_TASK DIRECTIONS_:
Using the data below, output the first line and every line after it up to and including the line containing "const source = join(dir, 'exif-source.jpg');", exactly as written and with nothing added.

(Dataset entries)
describe('EXIF', () => {
  it('is carried over with Orientation reset to 1, so the upright pixels stay upright', async () => {
    // Source: a 40 x 20 stored image tagged Orientation 6 (shown 20 x 40) with two IFD0 text tags.
    const stored = gradient(40, 20);
    const source = join(dir, 'exif-source.jpg');
    await sharp(stored.data, { raw: { width: 40, height: 20, channels: 3 } })
      .withExif({ IFD0: { Copyright: 'Test Archive 1952', Artist: 'kinhue test suite' } })
      .withMetadata({ orientation: 6 })
      .jpeg({ quality: 95 })
      .toFile(source);
    const sourceMeta = await sharp(source).metadata();
    expect(sourceMeta.orientation).toBe(6);
    expect(sourceMeta.exif?.toString('latin1')).toContain('Test Archive 1952');

    const decoded = await decodeImage(source);
    expect(decoded.orientation).toBe(6);
    expect([decoded.pixels.width, decoded.pixels.height]).toEqual([20, 40]);
    expect(exifOrientation(decoded.exif!)).toBe(6);

    for (const format of ['jpeg', 'png', 'webp'] as const) {
      const out = join(dir, `exif-out${extensionFor(format)}`);
      const result = await encodeImage(decoded.pixels, out, { format, exif: decoded.exif });
      expect(result.exifEmbedded, format).toBe(true);
      // Read back by libvips/libexif, independently of kinhue's writer.
      const meta = await sharp(out).metadata();
      expect(meta.orientation, format).toBe(1);
      expect(meta.exif?.toString('latin1'), format).toContain('Test Archive 1952');
      expect(meta.exif?.toString('latin1'), format).toContain('kinhue test suite');
      const again = await decodeImage(out);
      expect([again.pixels.width, again.pixels.height], format).toEqual([20, 40]);
    }
    const tiff = await encodeBuffer(decoded.pixels, { format: 'tiff', exif: decoded.exif });
    expect(tiff.result.exifEmbedded).toBe(false);
    expect(tiff.result.warnings.join('\n')).toMatch(/TIFF output carries no EXIF/);
  });
});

_TASK RESPONSE_:
describe('EXIF', () => {
  it('is carried over with Orientation reset to 1, so the upright pixels stay upright', async () => {
    // Source: a 40 x 20 stored image tagged Orientation 6 (shown 20 x 40) with two IFD0 text tags.
    const stored = gradient(40, 20);
    const source = join(dir, 'exif-source.jpg');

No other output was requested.